季节拿出兜里震动不停的手机,接通,缓抬手抵在耳边。

“喜欢吗,我送你的礼物。”

“你真的,是个彻头彻尾的王八蛋!”

神秘人笑声清朗,语调绵长:“我以为你会很喜欢他,一个视你为人生目标的鲜活少年。”

季节握着手机的手不断收紧,却是一个字也不再说。

宁老到医馆坐诊的那天,祁夜寒和季节再次出现在他眼前。

“你这女娃,怎么一点不见长肉呢。”宁老张口就是不满:“药没好好喝?”

“喝了。”季节笑道:“我就这样,怎么吃都不胖。”

宁老摘了老花镜,抬手虚落。

季节知道他这是要号脉了,乖乖挽起衣袖把胳膊伸过去。

祁夜寒站在她身后,负手而立。

“嗯…倒是见了些起色。”宁老收了手,拿过方子纸开始写:“之前的药都喝完了吧?”

季节点头应声:“喝完了。”

“那从今天不喝了,改吃。
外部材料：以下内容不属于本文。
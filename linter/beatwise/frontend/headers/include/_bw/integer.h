// Arbitrary-precision integers. An integer of W bits takes ceil(W / 8) bytes rounded up to a power of two, and is
// aligned to that size (up to 512 bytes): what hardware compilers give an integer of that width in memory.
#pragma once
#include <_bw/traits.h>

template <int _BwW> struct ap_int;
template <int _BwW> struct ap_uint;
template <int _BwW, bool _BwS> struct ap_int_base;
template <int _BwW, bool _BwS> using _BwInteger = _BwChoose<_BwS, ap_int<_BwW>, ap_uint<_BwW>>;

constexpr int _BwMax(int _BwA, int _BwB) { return _BwA > _BwB ? _BwA : _BwB; }
constexpr int _BwMin(int _BwA, int _BwB) { return _BwA < _BwB ? _BwA : _BwB; }
constexpr int _BwBytes(int _BwBits) {
  int _BwSize = 1;
  while (_BwSize * 8 < _BwBits) _BwSize *= 2;
  return _BwSize;
}

// Makes a type one that a constexpr variable may have. Its other constructors must not be constexpr: the compiler would
// work out every element of a large array, which takes seconds.
enum class _BwLiteral {};

// The built-in integer that an arbitrary-precision one converts to.
template <int _BwSize, bool _BwS> struct _BwBuiltinOf { typedef _BwChoose<_BwS, long long, unsigned long long> type; };
template <> struct _BwBuiltinOf<1, true> { typedef signed char type; };
template <> struct _BwBuiltinOf<1, false> { typedef unsigned char type; };
template <> struct _BwBuiltinOf<2, true> { typedef short type; };
template <> struct _BwBuiltinOf<2, false> { typedef unsigned short type; };
template <> struct _BwBuiltinOf<4, true> { typedef int type; };
template <> struct _BwBuiltinOf<4, false> { typedef unsigned type; };

template <int _BwW, bool _BwS> struct ap_bit_ref;
template <int _BwW, bool _BwS> struct ap_range_ref;
template <int _BwW> struct ap_concat_ref;

template <int _BwW, bool _BwS> struct ap_int_base {
  typedef void _BwOpen;
  static constexpr int width = _BwW;
  static constexpr bool sign_flag = _BwS;
  alignas(_BwMin(_BwBytes(_BwW), 512)) unsigned char _BwStore[_BwBytes(_BwW)];

  ap_int_base();
  constexpr explicit ap_int_base(_BwLiteral) : _BwStore{} {}
  template <class _BwT> ap_int_base(const _BwT &);
  ap_int_base(const char *, signed char);

  operator typename _BwBuiltinOf<_BwBytes(_BwW), _BwS>::type() const volatile;
  int to_int() const volatile;
  unsigned to_uint() const volatile;
  long to_long() const volatile;
  unsigned long to_ulong() const volatile;
  long long to_int64() const volatile;
  unsigned long long to_uint64() const volatile;
  bool to_bool() const volatile;
  char to_char() const volatile;
  signed char to_schar() const volatile;
  unsigned char to_uchar() const volatile;
  short to_short() const volatile;
  unsigned short to_ushort() const volatile;
  float to_float() const volatile;
  double to_double() const volatile;
  float to_half() const volatile;
  struct _BwText { operator const char *() const; const char *c_str() const; unsigned long length() const; };
  _BwText to_string(signed char = 2, bool = false) const;

  int length() const volatile;
  bool iszero() const;
  bool is_zero() const;
  bool sign() const;
  int countLeadingZeros() const;
  int countTrailingZeros() const;
  int countBits() const;
  int popcount() const;
  bool and_reduce() const;
  bool nand_reduce() const;
  bool or_reduce() const;
  bool nor_reduce() const;
  bool xor_reduce() const;
  bool xnor_reduce() const;

  ap_bit_ref<_BwW, _BwS> operator[](int);
  bool operator[](int) const volatile;
  ap_bit_ref<_BwW, _BwS> bit(int);
  bool bit(int) const volatile;
  bool get_bit(int) const volatile;
  bool test(int) const volatile;
  void set(int);
  void set();
  void set(int, bool);
  void set_bit(int, bool);
  void set_bit_v(int, bool);
  void clear(int);
  void clear();
  void invert(int);
  void invert();
  void b_not();
  void reverse();
  void lrotate(int);
  void rrotate(int);
  ap_range_ref<_BwW, _BwS> range(int, int) const volatile;
  ap_range_ref<_BwW, _BwS> range() const volatile;
  ap_range_ref<_BwW, _BwS> operator()(int, int) const volatile;
  template <int _BwV, bool _BwR> ap_concat_ref<_BwW + _BwV> concat(const ap_int_base<_BwV, _BwR> &) const;

  template <class _BwT> ap_int_base &operator=(const _BwT &);
  ap_int_base &operator++();
  ap_int_base &operator--();
  _BwInteger<_BwW, _BwS> operator++(int);
  _BwInteger<_BwW, _BwS> operator--(int);
  _BwInteger<_BwW, _BwS> operator+() const;
  _BwInteger<_BwW + 1, true> operator-() const;
  _BwInteger<_BwW + !_BwS, true> operator~() const;
  bool operator!() const;
};

template <int _BwW> struct ap_int : ap_int_base<_BwW, true> {
  using ap_int_base<_BwW, true>::operator=;
  ap_int();
  constexpr explicit ap_int(_BwLiteral _BwX) : ap_int_base<_BwW, true>(_BwX) {}
  ap_int(const ap_int &) = default;
  template <class _BwT> ap_int(const _BwT &);
  ap_int(const char *, signed char);
  ap_int &operator=(const ap_int &) = default;
  template <class _BwT> ap_int &operator=(const _BwT &);
  template <class _BwT> void operator=(const _BwT &) volatile;
};
template <int _BwW> struct ap_uint : ap_int_base<_BwW, false> {
  using ap_int_base<_BwW, false>::operator=;
  ap_uint();
  constexpr explicit ap_uint(_BwLiteral _BwX) : ap_int_base<_BwW, false>(_BwX) {}
  ap_uint(const ap_uint &) = default;
  template <class _BwT> ap_uint(const _BwT &);
  ap_uint(const char *, signed char);
  ap_uint &operator=(const ap_uint &) = default;
  template <class _BwT> ap_uint &operator=(const _BwT &);
  template <class _BwT> void operator=(const _BwT &) volatile;
};

// Parts of an integer: they read as unsigned integers and can be assigned, also as temporaries.
template <int _BwW, bool _BwS> struct ap_bit_ref {
  operator bool() const;
  bool to_bool() const;
  int to_int() const;
  bool get() const;
  bool operator~() const;
  int length() const;
  template <class _BwT> ap_bit_ref &operator=(const _BwT &);
  ap_bit_ref(const ap_bit_ref &) = default;
  ap_bit_ref &operator=(const ap_bit_ref &);
  template <class _BwT> ap_bit_ref &operator|=(const _BwT &);
  template <class _BwT> ap_bit_ref &operator&=(const _BwT &);
  template <class _BwT> ap_bit_ref &operator^=(const _BwT &);
  void set(bool);
  ap_int_base<1, false> *_BwUnder() const;
  template <int _BwV, bool _BwR> ap_concat_ref<1 + _BwV> concat(const ap_int_base<_BwV, _BwR> &) const;
};
template <int _BwW, bool _BwS> struct ap_range_ref : ap_int_base<_BwW, false> {
  ap_range_ref(const ap_range_ref &) = default;
  ap_range_ref &operator=(const ap_range_ref &);
  template <class _BwT> ap_range_ref &operator=(const _BwT &);
  ap_uint<_BwW> get() const;
  template <class _BwT> void set(const _BwT &);
  int length() const;
};
template <int _BwW> struct ap_concat_ref : ap_int_base<_BwW, false> {
  ap_concat_ref(const ap_concat_ref &) = default;
  ap_concat_ref &operator=(const ap_concat_ref &);
  template <class _BwT> ap_concat_ref &operator=(const _BwT &);
  ap_uint<_BwW> get() const;
};

// What a built-in number counts as beside an arbitrary-precision integer.
template <class _BwT> struct _BwBitsOf {
  static constexpr int width = __is_same(_BwT, bool) ? 1 : int(sizeof(_BwT)) * 8;
  static constexpr bool sign_flag = _BwT(-1) < _BwT(1) && !__is_same(_BwT, bool);
};
template <class _BwT> using _BwWhole = _BwEnable<_BwIsNumber<_BwT>::value && !__is_floating_point(_BwT), _BwBitsOf<_BwT>>;
template <class _BwT> using _BwFloat = _BwEnable<__is_floating_point(_BwT), _BwT>;

// Widths and signs of results: wide enough to lose nothing.
template <int _BwW, bool _BwS, int _BwV, bool _BwR> struct _BwResult {
  static constexpr bool _BwAny = _BwS || _BwR;
  static constexpr int _BwWide = _BwMax(_BwW + (_BwR && !_BwS), _BwV + (_BwS && !_BwR));
  typedef _BwInteger<_BwWide + 1, _BwAny> plus;
  typedef _BwInteger<_BwWide + 1, true> minus;
  typedef _BwInteger<_BwW + _BwV, _BwAny> mult;
  typedef _BwInteger<_BwW + _BwR, _BwAny> div;
  typedef _BwInteger<_BwMin(_BwW, _BwV + (!_BwR && _BwS)), _BwS> mod;
  typedef _BwInteger<_BwWide, _BwAny> logic;
};

#define _BwBinary(_BwOp, _BwKind)                                                                                                 \
  template <int _BwW, bool _BwS, int _BwV, bool _BwR>                                                                             \
  typename _BwResult<_BwW, _BwS, _BwV, _BwR>::_BwKind operator _BwOp(const ap_int_base<_BwW, _BwS> &, const ap_int_base<_BwV, _BwR> &);       \
  template <int _BwW, bool _BwS, class _BwT, class _BwB = _BwWhole<_BwT>>                                                         \
  typename _BwResult<_BwW, _BwS, _BwB::width, _BwB::sign_flag>::_BwKind operator _BwOp(const ap_int_base<_BwW, _BwS> &, _BwT);                \
  template <int _BwW, bool _BwS, class _BwT, class _BwB = _BwWhole<_BwT>>                                                         \
  typename _BwResult<_BwB::width, _BwB::sign_flag, _BwW, _BwS>::_BwKind operator _BwOp(_BwT, const ap_int_base<_BwW, _BwS> &);
#define _BwWithFloat(_BwOp)                                                                                                       \
  template <int _BwW, bool _BwS, class _BwT> _BwFloat<_BwT> operator _BwOp(const ap_int_base<_BwW, _BwS> &, _BwT);                  \
  template <int _BwW, bool _BwS, class _BwT> _BwFloat<_BwT> operator _BwOp(_BwT, const ap_int_base<_BwW, _BwS> &);
#define _BwCompare(_BwOp)                                                                                                         \
  template <int _BwW, bool _BwS, int _BwV, bool _BwR>                                                                             \
  bool operator _BwOp(const ap_int_base<_BwW, _BwS> &, const ap_int_base<_BwV, _BwR> &);                                              \
  template <int _BwW, bool _BwS, class _BwT, class = _BwEnable<_BwIsNumber<_BwT>::value>>                                         \
  bool operator _BwOp(const ap_int_base<_BwW, _BwS> &, _BwT);                                                                       \
  template <int _BwW, bool _BwS, class _BwT, class = _BwEnable<_BwIsNumber<_BwT>::value>>                                         \
  bool operator _BwOp(_BwT, const ap_int_base<_BwW, _BwS> &);
#define _BwShift(_BwOp)                                                                                                           \
  template <int _BwW, bool _BwS, int _BwV, bool _BwR>                                                                             \
  _BwInteger<_BwW, _BwS> operator _BwOp(const ap_int_base<_BwW, _BwS> &, const ap_int_base<_BwV, _BwR> &);                          \
  template <int _BwW, bool _BwS, class _BwT, class = _BwWhole<_BwT>>                                                              \
  _BwInteger<_BwW, _BwS> operator _BwOp(const ap_int_base<_BwW, _BwS> &, _BwT);                                                     \
  template <int _BwW, bool _BwS, class _BwT, class = _BwWhole<_BwT>> _BwT operator _BwOp(_BwT, const ap_int_base<_BwW, _BwS> &);
#define _BwUpdate(_BwOp)                                                                                                          \
  template <int _BwW, class _BwT> ap_int<_BwW> &operator _BwOp(ap_int<_BwW> &, const _BwT &);                                     \
  template <int _BwW, class _BwT> ap_uint<_BwW> &operator _BwOp(ap_uint<_BwW> &, const _BwT &);                                   \
  template <int _BwW, bool _BwS, class _BwT> ap_range_ref<_BwW, _BwS> &operator _BwOp(ap_range_ref<_BwW, _BwS> &&, const _BwT &); \
  template <int _BwW, bool _BwS, class _BwT> ap_int_base<_BwW, _BwS> &operator _BwOp(ap_int_base<_BwW, _BwS> &, const _BwT &);        \
  template <class _BwN, int _BwW, bool _BwS, class = _BwEnable<__is_arithmetic(_BwN)>>                                            \
  _BwN &operator _BwOp(_BwN &, const ap_int_base<_BwW, _BwS> &);
_BwBinary(+, plus) _BwBinary(-, minus) _BwBinary(*, mult) _BwBinary(/, div) _BwBinary(%, mod)
_BwBinary(&, logic) _BwBinary(|, logic) _BwBinary(^, logic)
_BwWithFloat(+) _BwWithFloat(-) _BwWithFloat(*) _BwWithFloat(/)
_BwCompare(==) _BwCompare(!=) _BwCompare(<) _BwCompare(<=) _BwCompare(>) _BwCompare(>=)
_BwShift(<<) _BwShift(>>)
_BwUpdate(+=) _BwUpdate(-=) _BwUpdate(*=) _BwUpdate(/=) _BwUpdate(%=) _BwUpdate(&=) _BwUpdate(|=) _BwUpdate(^=) _BwUpdate(<<=) _BwUpdate(>>=)
#undef _BwBinary
#undef _BwWithFloat
#undef _BwCompare
#undef _BwShift
#undef _BwUpdate

// Concatenation, high part first.
template <int _BwW, bool _BwS, int _BwV, bool _BwR>
ap_concat_ref<_BwW + _BwV> operator,(const ap_int_base<_BwW, _BwS> &, const ap_int_base<_BwV, _BwR> &);
template <int _BwW, bool _BwS, class _BwT, class _BwB = _BwWhole<_BwT>>
ap_concat_ref<_BwW + _BwB::width> operator,(const ap_int_base<_BwW, _BwS> &, _BwT);
template <int _BwW, bool _BwS, class _BwT, class _BwB = _BwWhole<_BwT>>
ap_concat_ref<_BwW + _BwB::width> operator,(_BwT, const ap_int_base<_BwW, _BwS> &);
template <int _BwW, bool _BwS, int _BwV, bool _BwR>
ap_concat_ref<_BwW + 1> operator,(const ap_int_base<_BwW, _BwS> &, const ap_bit_ref<_BwV, _BwR> &);
template <int _BwW, bool _BwS, int _BwV, bool _BwR>
ap_concat_ref<_BwV + 1> operator,(const ap_bit_ref<_BwW, _BwS> &, const ap_int_base<_BwV, _BwR> &);
template <int _BwW, bool _BwS, int _BwV, bool _BwR>
ap_concat_ref<2> operator,(const ap_bit_ref<_BwW, _BwS> &, const ap_bit_ref<_BwV, _BwR> &);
”

季节长松了一口气,转脸高兴的看向祁夜寒。

祁夜寒抬手摸摸她的头,眼中带了丝意味不明的笑。

季节疑惑皱眉。

等等……这是中药馆啊,哪来吃的药?

“去磨药吧。”宁老直接把方子递给祁夜寒:“每天三勺,温水冲服。”

三勺?!

季节脸色一白,盯着宁老。

“怎么?”宁老重新戴上老花镜:“喝的阶段已经过了,现在改为吃。”

季节被祁夜寒带出诊堂的时候整个人都是晕的。

吃……生吃中药粉啊!

满满两大包中药粉末,吓的季节连路都不会走了。

祁夜寒一直强忍着的笑意终于泄出,他低笑道:“没事,你是连黑汤药水都能喝下去的人。”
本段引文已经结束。